## [WHAT IS BEING ASKED]
The answer must be every line of the data that holds the word "slice".

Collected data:
********************

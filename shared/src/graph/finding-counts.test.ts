// Each count's definition (docs/metrics.md) on small graphs drawn by hand. The definitions are the product's
// own; where they follow the trade they say so: an orphan page has no inbound links and a dead end no
// outbound ones (common practice in site audits, no single source); islands are weakly connected
// components (Tarjan 1972 / any graph text: a weak component ignores edge direction).
import { describe, expect, it } from 'vitest';
import { analyzeLinkGraph, type AnalyzeLinkGraphInput } from './analyze.js';
import { isBrokenAnchor, isBrokenPageLink, isIsolated, linkFindingCounts, needsLinks, pageFindingCounts } from './finding-counts.js';

const settings = { damping: 0.85, teleport: 'uniform', depthThreshold: 1 } as const;
const analyse = (pageIds: string[], edges: Array<[string, string]>, entryPages: string[]) =>
  analyzeLinkGraph({ pageIds, edges, entryPages, ...settings } satisfies AnalyzeLinkGraphInput);
const flagged = (analysis: ReturnType<typeof analyse>, pick: (p: (typeof analysis.pages)[number]) => boolean) =>
  analysis.pages.filter(pick).map((p) => p.pageId);

describe('pages that need links count distinct pages', () => {
  // home -> a -> b -> c (c is 3 clicks deep, threshold 1: b and c are deep); lost has no links at all, so
  // it is an orphan and unreachable at once; stray -> home links out only (an orphan, unreachable).
  const analysis = analyse(
    ['home', 'a', 'b', 'c', 'lost', 'stray'],
    [
      ['home', 'a'],
      ['a', 'b'],
      ['b', 'c'],
      ['stray', 'home'],
    ],
    ['home'],
  );

  it('counts a page that is both orphan and unreachable once', () => {
    expect(flagged(analysis, (p) => p.orphan)).toEqual(['lost', 'stray']);
    expect(flagged(analysis, (p) => !p.reachable)).toEqual(['lost', 'stray']);
    expect(flagged(analysis, (p) => p.deep)).toEqual(['b', 'c']);
    expect(flagged(analysis, needsLinks)).toEqual(['b', 'c', 'lost', 'stray']);
    // orphans + unreachable + deep would say 6: the sum counts lost and stray twice
    expect(analysis.summary.counts.pagesNeedingLinks).toBe(4);
  });
});

describe('islands and isolated pages', () => {
  it('a single page with no links in or out is isolated, not an island', () => {
    const analysis = analyse(['home', 'a', 'alone'], [['home', 'a']], ['home']);
    expect(analysis.summary.counts).toMatchObject({ islands: 0, isolatedPages: 1 });
    expect(flagged(analysis, (p) => p.isolated)).toEqual(['alone']);
    expect(analysis.pages.every((p) => p.islandId === null)).toBe(true);
  });

  it('two pages linked one way are an island; three pages in a chain are one island, not three', () => {
    const analysis = analyse(
      ['home', 'x1', 'x2', 'y1', 'y2', 'y3'],
      [
        ['x1', 'x2'],
        ['y1', 'y2'],
        ['y3', 'y2'],
      ],
      ['home'],
    );
    expect(analysis.summary.counts.islands).toBe(2);
    const island = new Map(analysis.pages.map((p) => [p.pageId, p.islandId]));
    expect(island.get('x1')).toBe(island.get('x2'));
    expect(new Set([island.get('y1'), island.get('y2'), island.get('y3')]).size).toBe(1);
    expect(island.get('x1')).not.toBe(island.get('y1'));
    // the entry page has no link in or out: isolated by the definition, and still the main site
    expect(island.get('home')).toBeNull();
    expect(flagged(analysis, (p) => p.isolated)).toEqual(['home']);
  });

  it('a group that links into the main site is not cut off, so it is no island even though unreachable', () => {
    const analysis = analyse(
      ['home', 'a', 'p', 'q'],
      [
        ['home', 'a'],
        ['p', 'q'],
        ['q', 'a'],
      ],
      ['home'],
    );
    expect(analysis.summary.counts).toMatchObject({ islands: 0, unreachable: 2 });
  });

  it('isIsolated reads links in both directions', () => {
    expect(isIsolated({ inboundCount: 0, outboundCount: 0 })).toBe(true);
    expect(isIsolated({ inboundCount: 0, outboundCount: 1 })).toBe(false);
    expect(isIsolated({ inboundCount: 2, outboundCount: 0 })).toBe(false);
  });
});

describe('pageFindingCounts over stored findings', () => {
  it('counts islands as distinct groups, not pages', () => {
    const page = { orphan: false, reachable: false, deep: false, deadEnd: false, inboundCount: 1, outboundCount: 1 };
    const counts = pageFindingCounts([
      { ...page, islandId: 1 },
      { ...page, islandId: 1 },
      { ...page, islandId: 2 },
      { ...page, islandId: 2 },
      { ...page, islandId: null, reachable: true },
    ]);
    expect(counts).toMatchObject({ islands: 2, unreachable: 4, pagesNeedingLinks: 4, isolatedPages: 0 });
  });
});

describe('broken links and broken anchors stay apart', () => {
  const links = [
    { status: 'ok', targetIsAsset: false, count: 7 },
    { status: 'broken', targetIsAsset: false, count: 3 },
    { status: 'broken', targetIsAsset: true, count: 2 },
    { status: 'broken-anchor', targetIsAsset: false, count: 5 },
    { status: 'redirected', targetIsAsset: false, count: 1 },
    { status: 'external', targetIsAsset: false, count: 4 },
  ];

  it('a missing page is a broken link, a missing heading a broken anchor, a missing image a broken asset', () => {
    expect(linkFindingCounts(links)).toMatchObject({ brokenLinks: 3, brokenAnchors: 5, brokenAssets: 2, links: 22, externalLinks: 4 });
    expect(isBrokenPageLink({ status: 'broken-anchor', targetIsAsset: false })).toBe(false);
    expect(isBrokenAnchor({ status: 'broken' })).toBe(false);
  });
});
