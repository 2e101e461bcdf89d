/**
 * Hand-run CLI: writes the benchmark doc set as a zip and prints how long it took.
 *   npx tsx src/bench/synthetic/run-synthetic-zip.ts <out.zip> [pages=10000] [seed=1] [changedFraction=0] [changeSeed=0]
 */
import { writeSyntheticZip } from './write-synthetic-zip.js';

const [outFile, pages = '10000', seed = '1', changedFraction = '0', changeSeed = '0'] = process.argv.slice(2);
if (!outFile) {
  console.error('usage: run-synthetic-zip <out.zip> [pages] [seed] [changedFraction] [changeSeed]');
  process.exit(2);
}
const started = performance.now();
const summary = await writeSyntheticZip(
  {
    seed: Number(seed),
    pages: Number(pages),
    targetBytes: Number(pages) * 5_400,
    linksPerPage: 30,
    changedFraction: Number(changedFraction),
    changeSeed: Number(changeSeed),
  },
  outFile,
);
const seconds = (performance.now() - started) / 1000;
console.log(
  JSON.stringify({ ...summary, seconds: Number(seconds.toFixed(2)), peakRssMB: Math.round(process.memoryUsage().rss / 2 ** 20) }),
);
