/**
 * A deliberately plain address rule: one local part and one domain, no quotes, spaces, commas, angle brackets
 * or line breaks. Outbox rows hold exactly one such address, so crafted addresses such as `"a@b x"@evil.test`
 * can never add recipients (nodemailer advisory GHSA-mm7p-fcc7-pg87).
 */
const PLAIN_ADDRESS =
  /^[A-Za-z0-9.!#$%&'*+/=?^_`{|}~-]+@[A-Za-z0-9](?:[A-Za-z0-9-]{0,62}[A-Za-z0-9])?(?:\.[A-Za-z0-9](?:[A-Za-z0-9-]{0,62}[A-Za-z0-9])?)+$/;

export function isPlainAddress(address: string): boolean {
  return address.length <= 254 && PLAIN_ADDRESS.test(address);
}

/** CR, LF and other controls (e.g. from a page title) become spaces, so a value can never start a new header. */
function oneLine(value: string, max: number): string {
  return (
    value
      // eslint-disable-next-line no-control-regex -- control characters are exactly what must go
      .replace(/[\u0000-\u001f\u007f\u2028\u2029]+/g, ' ')
      .replace(/\s+/g, ' ')
      .trim()
      .slice(0, max)
  );
}

/** Names (doc sets, pages) inside a mail's text, on one line. */
export function singleLineText(value: string): string {
  return oneLine(value, 500);
}

/** Subjects are one line of at most 200 characters. */
export function singleLineSubject(subject: string): string {
  return oneLine(subject, 200);
}

/** Extra header lines: only printable names, and values kept on one line like subjects, so none can add a header. */
export function singleLineHeaders(headers: Record<string, string> | undefined): Record<string, string> {
  const kept = Object.entries(headers ?? {}).filter(([name]) => /^[A-Za-z][A-Za-z0-9-]{0,60}$/.test(name));
  return Object.fromEntries(kept.map(([name, value]) => [name, oneLine(value, 2000)]));
}

/** The one HTML escaper of every mail: titles and paths come from imported documents. */
export function escapeHtml(value: string): string {
  return value.replace(/[&<>"']/g, (c) => ({ '&': '&amp;', '<': '&lt;', '>': '&gt;', '"': '&quot;', "'": '&#39;' })[c]!);
}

********************

## [EXERCISE ANSWER]
const [outFile, pages = '10000', seed = '1', changedFraction = '0', changeSeed = '0'] = process.argv.slice(2);
      .slice(0, max)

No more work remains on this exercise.